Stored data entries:
- Opening Delimiter -

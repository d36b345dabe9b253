/**
 * One-[S] tables (issue 13, item 5): recognised, fitted as a dose-response curve instead of five
 * mechanism fits, IC50 with intervals, Cheng-Prusoff Ki per mechanism with --km (Cheng, Y. and
 * Prusoff, W. H. (1973) Biochem. Pharmacol. 22, 3099-3108), and the JSON contract. Data: simulated
 * (INVENTED) competitive inhibitor, Ki 80 nM, Km 25 uM, one [S] of 50 uM.
 */
import { describe, expect, it } from 'vitest';
import { mkdtempSync, readFileSync, writeFileSync, existsSync } from 'node:fs';
import { tmpdir } from 'node:os';
import { join } from 'node:path';
import { ratesToCsv, simulateRates } from '../../src/simulate/simulate-rates.js';
import { isSingleSubstrateTable, substrateLevels } from '../../src/analysis/single-substrate.js';
import { parseRateText } from '../../src/input/index.js';
import { runCaptured } from '../helpers/cli-capture.js';

const cli = runCaptured;

function csvAt(substrate: number[]): string {
  const points = simulateRates({
    mechanism: 'competitive',
    params: { Vmax: 40, Km: 25, Ki: 80 },
    substrate,
    inhibitor: [0, 10, 30, 100, 300, 1000, 3000, 10000],
    replicates: 2,
    noise: 'proportional',
    noiseLevel: 0.04,
    seed: 9,
  });
  return ratesToCsv(points, { substrate: 'uM', inhibitor: 'nM' });
}

describe('single-[S] tables', () => {
  const root = mkdtempSync(join(tmpdir(), 'mechanist-ic50-'));
  writeFileSync(join(root, 'ic50.csv'), csvAt([50]));
  writeFileSync(join(root, 'shift.csv'), csvAt([10, 100]));

  it('are recognised; two [S] levels are not', () => {
    const [one] = parseRateText(readFileSync(join(root, 'ic50.csv'), 'utf8'), { source: 'ic50.csv' });
    const [two] = parseRateText(readFileSync(join(root, 'shift.csv'), 'utf8'), { source: 'shift.csv' });
    expect(isSingleSubstrateTable(one)).toBe(true);
    expect(substrateLevels(two)).toEqual([10, 100]);
    expect(isSingleSubstrateTable(two)).toBe(false);
  });

  it('--json: the doseResponse contract, with kiByMechanism from --km (Cheng-Prusoff from the IC50)', async () => {
    const r = await cli(['analyze', 'ic50.csv', '--json', '--km', '0.025mM'], root);
    expect(r.err).toBe('');
    expect(r.code).toBe(0);
    const doc = JSON.parse(r.out);
    expect(doc.design).toBe('single-substrate');
    expect(doc.models).toBeUndefined(); // no mechanism fits
    const d = doc.doseResponse;
    expect(['four-parameter-logistic', 'single-site-hyperbola']).toContain(d.model);
    expect(d.ic50.unit).toBe('nM');
    expect(d.ic50.ci95[0]).toBeLessThan(d.ic50.value);
    expect(d.ic50.ci95[1]).toBeGreaterThan(d.ic50.value);
    expect(typeof d.hill.value).toBe('number');
    expect(d.hill.ci95).toHaveLength(2);
    expect(d.substrate).toEqual({ value: 50, unit: 'uM' });
    expect(d.km).toEqual({ value: 25, unit: 'uM' });
    const k = d.kiByMechanism;
    expect(k.competitive.value).toBeCloseTo(d.ic50.value / (1 + 50 / 25), 10);
    expect(k.uncompetitive.value).toBeCloseTo(d.ic50.value / (1 + 25 / 50), 10);
    expect(k.noncompetitive.value).toBe(d.ic50.value);
    expect(k.mixed.value).toBeNull();
    // the simulated truth (competitive, Ki 80 nM) lies in the competitive interval
    expect(k.competitive.ci95[0]).toBeLessThan(80);
    expect(k.competitive.ci95[1]).toBeGreaterThan(80);
    expect(d.notes[0]).toMatch(/^One \[S\] cannot tell the mechanism/);
    expect(doc.verdict.mechanism).toBeNull();
  });

  it('text summary says plainly that one [S] cannot tell the mechanism, with units on every concentration', async () => {
    const r = await cli(['analyze', 'ic50.csv', '--km', '25uM'], root);
    expect(r.out).toContain('Verdict: one [S] level cannot tell the mechanism.');
    expect(r.out).toMatch(/IC50 \(.+\): [\d.]+ nM {2}profile 95% \[[\d.]+, [\d.]+\] nM/);
    expect(r.out).toContain('at [S] = 50 uM, Km = 25 uM (Cheng-Prusoff)');
  });

  it('without --km: no kiByMechanism, and a note on how to get it; --out writes results.json and summary.txt', async () => {
    const r = await cli(['analyze', 'ic50.csv', '--json', '--out', 'out'], root);
    const doc = JSON.parse(r.out);
    expect(doc.doseResponse.kiByMechanism).toBeUndefined();
    expect(doc.doseResponse.notes.some((n: string) => n.includes('--km'))).toBe(true);
    expect(JSON.parse(readFileSync(join(root, 'out', 'results.json'), 'utf8'))).toEqual(doc);
    expect(existsSync(join(root, 'out', 'summary.txt'))).toBe(true);
  });

  it('two [S] levels go through the global mechanism fit as before', async () => {
    const r = await cli(['analyze', 'shift.csv', '--json', '--no-profile'], root);
    const doc = JSON.parse(r.out);
    expect(doc.doseResponse).toBeUndefined();
    expect(doc.models).toHaveLength(5);
  });

  it('--km with a unit that is not a concentration is a usage error', async () => {
    const r = await cli(['analyze', 'ic50.csv', '--km', '25 kg'], root);
    expect(r.code).toBe(2);
    expect(r.err).toMatch(/^mechanist: option --km: unknown concentration unit "kg"/);
  });
});

describe('single-[S] compounds in a batch', () => {
  const root = mkdtempSync(join(tmpdir(), 'mechanist-ic50-batch-'));
  writeFileSync(join(root, 'ic50.csv'), csvAt([50]));
  writeFileSync(join(root, 'grid.csv'), csvAt([5, 10, 25, 50, 100, 200]));

  it('get the dose-response IC50 in their row, no mechanism, and a headline saying one [S] cannot tell it', async () => {
    const r = await cli(['batch', 'ic50.csv', 'grid.csv', '--out', 'out', '--reports', '--no-profile'], root);
    expect(r.code).toBe(0);
    const rows = JSON.parse(readFileSync(join(root, 'out', 'summary.json'), 'utf8')).compounds;
    const alone = JSON.parse((await cli(['analyze', 'ic50.csv', '--json'], root)).out).doseResponse.ic50;
    expect(rows[0].mechanism).toBeNull();
    expect(rows[0].IC50.value).toBe(alone.value);
    expect([rows[0].IC50.low, rows[0].IC50.high]).toEqual(alone.ci95);
    expect(rows[0].headline).toMatch(/^One \[S\] level: IC50 [\d.]+ nM \(profile 95% \[[\d.]+, [\d.]+\]\); one \[S\] cannot tell the mechanism\.$/);
    expect(rows[0].report).toBe('compounds/ic50/summary.txt');
    expect(existsSync(join(root, 'out', 'compounds', 'ic50', 'results.json'))).toBe(true);
    expect(rows[1].IC50).toBeNull();
    expect(rows[1].mechanism).not.toBeNull();
    const header = readFileSync(join(root, 'out', 'summary.csv'), 'utf8').split('\n')[0].split(',');
    expect(header).toEqual(expect.arrayContaining(['ic50', 'ic50_ci95_low', 'ic50_ci95_high', 'ic50_interval', 'ic50_unit']));
    expect(readFileSync(join(root, 'out', 'index.html'), 'utf8')).toContain('IC50 <span class="unit">(nM)</span>');
  }, 60_000);
});
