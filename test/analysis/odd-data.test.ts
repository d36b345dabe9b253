/**
 * Odd but real tables (issue 15): each fixture in test/fixtures/odd-data/ (written by the committed
 * make-odd-data.mjs from invented data) and the statement the analysis must make about it.
 */
import { describe, expect, it } from 'vitest';
import { dirname, join } from 'node:path';
import { fileURLToPath } from 'node:url';
import { readRateFile } from '../../src/input/read-rate-file.js';
import { analyzeTable, AnalysisError } from '../../src/analysis/analyze-table.js';
import { IMPLAUSIBLE_MOLAR } from '../../src/evidence/checks/plausibility-check.js';
import { tableFromPoints } from '../../src/simulate/table-from-points.js';
import { MINIMUM_ANALYSIS_POINTS } from '../../src/input/table-checks.js';
import type { Caveat } from '../../src/evidence/verdict/caveat.js';
import { SATURATED_ACTIVITY } from '../../src/evidence/checks/rate-pattern-checks.js';

const dir = join(dirname(fileURLToPath(import.meta.url)), '..', 'fixtures', 'odd-data');
async function analysed(name: string) {
  const [table] = await readRateFile(join(dir, `${name}.csv`));
  return analyzeTable(table, { detail: 'summary' });
}
type Result = Awaited<ReturnType<typeof analysed>>;
/** The caveats among the verdict's reasons, and the codes of the reasons. */
const caveatsOf = (r: Result): Caveat[] => r.verdict.reasons.flatMap((x) => (x.code === 'caveat' ? [x.caveat] : []));
const caveatCodes = (r: Result) => caveatsOf(r).map((c) => c.code);
/** The caveat whose headline leads the verdict, if one does. */
const leadingCaveat = (r: Result) => (r.verdict.headline.code === 'caveat' ? r.verdict.headline.caveat : undefined);
/** The code of the first piece of advice, and of the caveat it comes from. */
const firstAdvice = (r: Result) => {
  const a = r.verdict.suggestions.find((x) => x.code === 'caveat' && x.caveat.leading);
  return a?.code === 'caveat' ? a.caveat.code : r.verdict.suggestions[0]?.code;
};

describe('odd tables get the statement an enzymologist expects', () => {
  it('the clean reference table: a firm competitive call', async () => {
    const r = await analysed('clean-competitive');
    expect(r.verdict.decisive).toBe(true);
    expect(r.verdict.mechanism).toBe('competitive');
    expect(r.verdict.exclusion?.excluded).toBe(true);
  });

  it('one mistyped well (a rate 10^6 too large) is found, and the call names it instead of flipping', async () => {
    const r = await analysed('mistyped-well');
    expect(r.robust).toBeDefined();
    expect(r.robust!.downWeighted.map((d) => d.line)).toContain(23);
    expect(r.robust!.verdict.mechanism).toBe('competitive');
    expect(r.verdict.decisive).toBe(false);
    const lead = leadingCaveat(r);
    expect(lead).toMatchObject({ code: 'robust', change: 'changes', robustCall: 'competitive', blocking: true, leading: true });
    expect(lead?.code === 'robust' && lead.downWeighted.map((d) => d.line)).toEqual([23]);
    expect(lead?.code === 'robust' && lead.downWeighted[0].rate).toBeGreaterThan(3e7);
    expect(firstAdvice(r)).toBe('robust');
  });

  it('noise-free rates: called competitive, with no residual "miss" and no division by zero', async () => {
    const r = await analysed('noise-free-competitive');
    expect(r.verdict.mechanism).toBe('competitive');
    expect(r.verdict.decisive).toBe(true);
    expect(r.verdict.headline).toEqual({ code: 'exact', mechanism: 'competitive' });
    expect(caveatCodes(r)).not.toContain('residual-runs');
    expect(caveatCodes(r)).not.toContain('lack-of-fit');
    for (const m of r.models) expect(Number.isNaN(m.aicc)).toBe(false);
  });

  it('no activity, a constant column and negative rates are stated plainly, not ranked', async () => {
    await expect(analysed('all-zero')).rejects.toThrow(/^no activity: every rate is zero/);
    await expect(analysed('all-equal')).rejects.toThrow(/^every rate equals 12\.5: the rates do not change/);
    await expect(analysed('all-negative')).rejects.toThrow(/zero or negative .*reverse the sign/);
    await expect(analysed('all-zero')).rejects.toBeInstanceOf(AnalysisError);
  });

  it(`fewer than ${MINIMUM_ANALYSIS_POINTS} points are refused with the reason (every model must be rankable)`, async () => {
    // AICc = -2 ln L + 2k + 2k(k + 1)/(n - k - 1) is finite for n > k + 1; mixed has k = 4 + 1
    expect(MINIMUM_ANALYSIS_POINTS).toBe(4 + 1 + 2);
    await expect(analysed('five-points')).rejects.toBeInstanceOf(AnalysisError);
    await expect(analysed('five-points')).rejects.toThrow(/^only 5 usable points; ranking all five models by AICc needs at least 7/);
  });

  it('an activator is named as such, without the "test higher [I]" advice', async () => {
    const r = await analysed('activator');
    expect(r.verdict.outcome).toBe('no-inhibition');
    expect(r.verdict.headline).toEqual({ code: 'no-inhibition', activation: true });
    expect(r.verdict.suggestions.map((a) => a.code)).not.toContain('test-higher-inhibitor');
    expect(firstAdvice(r)).toBe('activation');
    const a = caveatsOf(r).find((c) => c.code === 'activation');
    expect(a?.code === 'activation' && a.levelsAbove / a.levels).toBeGreaterThanOrEqual(0.75);
    expect(a?.code === 'activation' && a.medianRatio).toBeGreaterThan(1);
  });

  it('substrate inhibition is named and blocks a firm call', async () => {
    const r = await analysed('substrate-inhibition');
    expect(r.verdict.decisive).toBe(false);
    const lead = leadingCaveat(r);
    expect(lead?.code).toBe('substrate-inhibition');
    expect(lead?.code === 'substrate-inhibition' && lead.top.mean).toBeLessThan(lead?.code === 'substrate-inhibition' ? lead.peak.mean : 0);
    expect(firstAdvice(r)).toBe('substrate-inhibition');
  });

  it('complete inhibition at the lowest [I] asks for lower [I] first', async () => {
    const r = await analysed('saturating-inhibitor');
    expect(r.verdict.decisive).toBe(false);
    const lead = leadingCaveat(r);
    expect(lead?.code).toBe('inhibitor-saturating');
    expect(lead?.code === 'inhibitor-saturating' && lead.activityPercent).toBeLessThan(100 * SATURATED_ACTIVITY);
    expect(firstAdvice(r)).toBe('inhibitor-saturating');
  });

  it('a block of rows pasted twice is noticed, with its lines, and blocks a firm call', async () => {
    const r = await analysed('pasted-block');
    const w = r.input.warnings.find((x) => x.code === 'repeated-block');
    expect(w?.message).toMatch(/^lines 82-89 repeat lines 32-39 exactly/);
    expect(r.verdict.decisive).toBe(false);
    expect(leadingCaveat(r)?.code).toBe('repeated-block');
  });

  it(`an [I] column in M holding uM values gets a plausibility note (above ${IMPLAUSIBLE_MOLAR} M)`, async () => {
    const r = await analysed('inhibitor-unit-slip');
    const c = caveatsOf(r).find((x) => x.code === 'implausible-concentration');
    expect(c?.code === 'implausible-concentration' && c.limitMolar).toBe(IMPLAUSIBLE_MOLAR);
    const flagged = c?.code === 'implausible-concentration' ? c.flagged : [];
    expect(flagged.map((f) => f.label)).toEqual(['highest [I]', 'Ki']);
    expect(flagged[0]).toMatchObject({ value: 8, unit: 'M', molar: 8 });
    expect(flagged[1].molar).toBeGreaterThan(IMPLAUSIBLE_MOLAR);
    expect(firstAdvice(r)).toBe('implausible-concentration');
  });

  it('one [S] level: no Wald interval where the profile is open, and no firm call', async () => {
    const r = await analysed('single-substrate');
    expect(r.verdict.decisive).toBe(false);
    let open = 0;
    for (const m of r.models)
      for (const e of m.estimates)
        if (e.profile && (e.profile[0] === null || e.profile[1] === null)) {
          open++;
          expect(e.wald).toBeNull();
        }
    // one [S] level leaves Km unbounded: there are open ends to check
    expect(open).toBeGreaterThan(0);
  });
});

describe('constants the data cannot determine', () => {
  it('a constant running to zero along a ridge is "not determined", never a precise number', async () => {
    const r = await analysed('substrate-far-below-km');
    const unc = r.models.find((m) => m.mechanism === 'uncompetitive')!;
    const kiu = unc.estimates.find((e) => e.name === 'Kiu')!;
    expect(kiu.detected).toBe(false);
    expect(kiu.value).toBeNull();
    expect(kiu.below).toBeCloseTo(0.01, 12); // lowest non-zero [I] (1 uM) / DETECTION_FACTOR
    expect(kiu.note).toMatch(/^Kiu < 0\.01: not determined/);
    const vmax = unc.estimates.find((e) => e.name === 'Vmax')!;
    expect(vmax.se).toBeNull();
    expect(vmax.wald).toBeNull();
    expect(vmax.note).toMatch(/Vmax is not determined: the fit runs along a ridge/);
    expect(r.verdict.decisive).toBe(false);
    // the design shortfall behind the ridge leads the verdict
    expect(leadingCaveat(r)?.code).toBe('substrate-below-2km');
  });
  it('Wald intervals of positive constants are formed on the log scale and stay positive', async () => {
    const r = await analysed('clean-competitive');
    const ki = r.models.find((m) => m.mechanism === 'competitive')!.estimates.find((e) => e.name === 'Ki')!;
    const [lo, hi] = ki.wald!;
    expect(lo).toBeGreaterThan(0);
    // symmetric about the estimate on the log scale: value^2 = lo * hi
    expect(Math.log(lo) + Math.log(hi)).toBeCloseTo(2 * Math.log(ki.value!), 12);
  });
});

describe('tables built in memory get the reader\'s refusals too', () => {
  const grid = (rate: (k: number) => number) =>
    Array.from({ length: 12 }, (_, k) => ({ line: k + 2, substrate: [1, 3, 10, 30][k % 4], inhibitor: [0, 1, 4][Math.floor(k / 4)], rate: rate(k) }));
  it('a rate outside 1e-150..1e150 is refused with its line', () => {
    expect(() => analyzeTable(tableFromPoints(grid((k) => (k === 5 ? 5e-324 : 0)))))
      .toThrow(/^line 7: rate 5e-324 is outside the range that can be fitted reliably/);
  });
  it('fewer than 3 positive rates: no activity to fit', () => {
    expect(() => analyzeTable(tableFromPoints(grid((k) => (k < 2 ? 10 : 0))))).toThrow(/^no activity to fit: only 2 of 12 rates are positive/);
  });
});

- Closing Delimiter -

What is expected>
When you reach the line containing "const d = doc.doseResponse;" in the data above, start copying exactly, and stop after the line containing "50, unit: 'uM'".

Solution below>
    const d = doc.doseResponse;
    expect(['four-parameter-logistic', 'single-site-hyperbola']).toContain(d.model);
    expect(d.ic50.unit).toBe('nM');
    expect(d.ic50.ci95[0]).toBeLessThan(d.ic50.value);
    expect(d.ic50.ci95[1]).toBeGreaterThan(d.ic50.value);
    expect(typeof d.hill.value).toBe('number');
    expect(d.hill.ci95).toHaveLength(2);
    expect(d.substrate).toEqual({ value: 50, unit: 'uM' });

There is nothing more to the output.